* [TASK INSTRUCTIONS]:
Sift the material for lines containing "coarse", and return them.

* [TASK INPUTS]:
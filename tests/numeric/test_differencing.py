import sys
from pathlib import Path

import numpy as np
import pytest
import shapely

sys.path.insert(0, str(Path(__file__).resolve().parent.parent))

from steadfield.algorithms.numeric.differencing import PublishedTable, audit
from steadfield.algorithms.numeric.errors import CancelledError, InputError
from steadfield.algorithms.numeric.intervals import below_threshold, exact, rounded

LEAST = 5


def columns(*edges):
    """Side-by-side zones between x edges, 10 high."""
    return np.array([shapely.box(a, 0, b, 10) for a, b in zip(edges, edges[1:])], object)


def table(name, zones, values, statement=exact, labels=None, **options):
    lower, upper = statement(np.asarray(values, float))
    labels = tuple(labels or (str(number + 1) for number in range(len(zones))))
    return PublishedTable(name, zones, lower, upper, labels, **options)


def only(risks):
    assert len(risks) == 1
    return risks[0]


def same_ground(one, other):
    return one.symmetric_difference(other).area < 0.01


def test_one_table_of_large_counts_is_clean():
    found = audit([table("Wards", columns(0, 10, 20), [50, 60])], LEAST)
    assert found.clean and found.worst_count == 0 and found.method == "network"
    assert not (found.risks or found.empty or found.contradictions or found.undecided)


def test_a_published_small_count_is_a_risk_by_itself():
    found = audit([table("Wards", columns(0, 10, 20), [3, 60], labels=("A7", "B1"))], LEAST)
    risk = only(found.risks)
    assert (risk.kind, risk.lower, risk.upper) == ("exact", 3, 3)
    assert risk.words == "Wards A7 is published as 3"
    assert same_ground(risk.polygon, shapely.box(0, 0, 10, 10))
    assert not found.clean and found.worst_count == 3


def test_a_hexagon_cut_by_a_zone_border_is_found():
    cells = table("Hexagons", columns(*range(0, 81, 10)), [20] * 8)
    wards = table("Wards", columns(0, 23, 80), [43, 117], labels=("A7", "B1"))
    risk = only(audit([cells, wards], LEAST).risks)
    assert risk.words == "Wards A7 minus Hexagons 1 and 2 leaves 3"
    assert (risk.lower, risk.upper) == (3, 3)
    assert same_ground(risk.polygon, shapely.box(20, 0, 23, 10))


def test_a_remainder_of_large_count_on_both_sides_is_no_risk():
    cells = table("Hexagons", columns(*range(0, 81, 10)), [20] * 8)
    wards = table("Wards", columns(0, 23, 80), [49, 111])
    assert audit([cells, wards], LEAST).clean


def test_a_remainder_without_records_is_reported_as_empty_and_not_as_disclosed():
    cells = table("Hexagons", columns(*range(0, 81, 10)), [20] * 8)
    wards = table("Wards", columns(0, 23, 80), [40, 120], labels=("A7", "B1"))
    found = audit([cells, wards], LEAST)
    assert found.clean
    empty = only(found.empty)
    assert (empty.kind, empty.upper) == ("empty", 0)
    assert empty.words == "Wards A7 minus Hexagons 1 and 2 leaves none"


def test_nested_unions_of_three_and_more_zones_leave_a_remainder_that_no_single_zone_leaves():
    """Districts 1+2+3 reach to 33, cells 1..6 to 30: only the unions of all of them differ by 4.

    Every cell border but the last keeps at least LEAST records on both sides.
    """
    cells = table("Cells", columns(*range(0, 61, 5)), [20] * 12)
    districts = table("Districts", columns(0, 12, 22, 33, 60), [50, 40, 34, 116])
    found = audit([cells, districts], LEAST)
    risk = only(found.risks)
    assert (risk.lower, risk.upper) == (4, 4)
    assert same_ground(risk.polygon, shapely.box(30, 0, 33, 10))
    assert risk.words == "Districts 1, 2 and 3 minus Cells 1, 2, 3, 4, 5 and 6 leaves 4"


def test_a_withheld_cell_is_had_back_from_the_total():
    zones = columns(0, 10, 20, 30)
    alone = table("Hexagons", zones, [20, np.nan, 30])
    assert audit([alone], LEAST).clean
    summed = table("Hexagons", zones, [20, np.nan, 30], total=(53, 53))
    risk = only(audit([summed], LEAST).risks)
    assert (risk.kind, risk.lower) == ("exact", 3)
    assert risk.words == "the total of Hexagons minus Hexagons 1 and 3 leaves 3"


def test_two_withheld_cells_of_a_small_sum_are_a_risk_together():
    zones = columns(0, 10, 20, 30)
    found = audit([table("Hexagons", zones, [np.nan, np.nan, 30], total=(34, 34))], LEAST)
    assert (only(found.risks).lower, found.risks[0].polygon.area) == (4, pytest.approx(200))
    assert audit([table("Hexagons", zones, [np.nan, np.nan, 30], total=(44, 44))], LEAST).clean


def test_cells_that_are_withheld_as_small_are_a_risk_only_when_narrowed():
    def as_small(values):
        return below_threshold(values, *exact(values), LEAST)

    zones = columns(0, 10, 20, 30)
    values = [np.nan, np.nan, 30]
    assert audit([table("Hexagons", zones, values, as_small)], LEAST).clean
    found = audit([table("Hexagons", zones, [*values[:2], 0], as_small, total=(7, 7))], LEAST)
    assert {(risk.kind, risk.lower, risk.upper) for risk in found.risks} == {("range", 3, 4)}
    assert found.risks[0].words == "Hexagons 2 is left 3 to 4 by the other published counts"


def test_rounding_is_defeated_by_several_roundings():
    """Base 3 at random: 27 shows at most 29; 9, 9 and 9 rounded from at least 7 each.

    Four tables that round the same ground anew leave fewer values than any of them: the strip
    shows 3 (1..5) and 6 (4..8), together 4..5; with the neighbour's floor only 4 is left.
    """
    zones = columns(0, 10, 20)
    first = table("First", zones, [3, 30], lambda v: rounded(v, 3))
    assert audit([first], 6).clean
    second = table("Second", zones, [6, 30], lambda v: rounded(v, 3))
    risk = only(audit([first, second], 6).risks)
    assert (risk.lower, risk.upper) == (4, 5)
    whole = table("Whole", columns(0, 20), [36], lambda v: rounded(v, 2), total=None)
    narrowed = audit([first, second, whole], 6).risks
    assert narrowed[0].lower >= 4


def test_rounding_finer_than_the_least_count_is_no_protection():
    zones = columns(0, 10, 20)
    coarse = table("Coarse", zones, [5, 40], lambda v: rounded(v, 5))
    assert audit([coarse], 9).clean
    fine = table("Fine", zones, [4, 40], lambda v: rounded(v, 2))
    assert audit([fine], 9).risks[0].lower == 3


def test_added_records_between_two_releases_are_a_remainder():
    zones = columns(0, 10, 20)
    earlier = table("Spring", zones, [20, 30], release=0)
    later = table("Autumn", zones, [22, 40], release=1)
    risk = only(audit([earlier, later], LEAST).risks)
    assert (risk.lower, risk.upper) == (2, 2)
    assert risk.words == "Autumn 1 minus Spring 1 leaves 2, added between the releases"
    assert same_ground(risk.polygon, zones[0])


def test_three_crossing_tables_together_give_away_what_no_two_of_them_do():
    """Six cells a..f under three zonings: 2b = (a+b) + (b+d) - (a+c) - (d+e) + (c+e) leaves b.

    The count of b follows by halving, which no sum or difference of two zonings does.
    """
    cell = dict(zip("abcdef", columns(0, 10, 20, 30, 40, 50, 60)))
    truth = dict(zip("abcdef", [20, 2, 30, 40, 50, 60]))

    def zoning(name, *zones):
        shapes = [shapely.union_all([cell[letter] for letter in zone]) for zone in zones]
        counts = [sum(truth[letter] for letter in zone) for zone in zones]
        return table(name, np.array(shapes, object), counts, labels=zones)

    tables = [
        zoning("First", "ab", "ce"),
        zoning("Second", "bd", "ac"),
        zoning("Third", "de"),
    ]
    for pair in ([0, 1], [0, 2], [1, 2]):
        assert audit([tables[number] for number in pair], LEAST).clean
    found = audit(tables, LEAST)
    assert found.method == "programmes"
    risk = only(found.risks)
    assert (risk.lower, risk.upper) == (2, 2) and same_ground(risk.polygon, cell["b"])


def test_records_confirm_every_risk_and_change_none():
    generator = np.random.default_rng(4)
    x, y = generator.uniform(0, 60, 130), generator.uniform(0, 10, 130)
    cells, wards = columns(*range(0, 61, 5)), columns(0, 17, 33, 60)

    def counted(zones):
        return np.histogram(x, [*(zone.bounds[0] for zone in zones), 60])[0]

    tables = [table("Cells", cells, counted(cells)), table("Wards", wards, counted(wards))]
    seen, blind = audit(tables, 10, records=(x, y)), audit(tables, 10)
    assert seen.risks and all(risk.lower <= risk.true_count <= risk.upper for risk in seen.risks)
    assert [risk.words for risk in seen.risks] == [risk.words for risk in blind.risks]
    assert np.isnan(blind.risks[0].true_count)


def test_contradicting_tables_are_never_called_clean():
    cells = table("Hexagons", columns(0, 10, 20), [20, 30])
    wards = table("Wards", columns(0, 20), [60], labels=("A7",))
    found = audit([cells, wards], LEAST)
    assert not found.clean
    assert found.contradictions and "would have to differ by" in found.contradictions[0]


def test_a_search_out_of_effort_is_never_called_clean():
    generator = np.random.default_rng(3)
    board = [shapely.box(x, y, x + 1, y + 1) for x in range(4) for y in range(4)]
    tables = []
    for name in ("First", "Second", "Third"):
        number = generator.integers(0, 3, 16)
        zones = [
            shapely.union_all([b for b, k in zip(board, number) if k == zone]) for zone in range(3)
        ]
        tables.append(table(name, np.array(zones, object), np.bincount(number, minlength=3) * 20))
    found = audit(tables, 30, effort=0)
    assert found.method == "programmes"
    assert found.undecided and found.undecided_area > 0 and not found.clean


def test_settings_that_make_no_sense_are_said():
    wards = table("Wards", columns(0, 10), [20])
    with pytest.raises(InputError, match="least count must be a whole number of 2 or more"):
        audit([wards], 1)
    with pytest.raises(InputError, match="at least one published layer"):
        audit([], 5)
    short = PublishedTable("Wards", columns(0, 10, 20), *exact([20]), ("1",))
    with pytest.raises(InputError, match="Wards: 2 zones but 1 counts"):
        audit([short], 5)


def test_cancelling_stops_the_audit():
    def stop(share):
        if share > 0.35:
            raise CancelledError

    with pytest.raises(CancelledError):
        audit([table("Wards", columns(0, 10, 20), [20, 30])], 5, progress=stop)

* [REPLY]:
    coarse = table("Coarse", zones, [5, 40], lambda v: rounded(v, 5))
    assert audit([coarse], 9).clean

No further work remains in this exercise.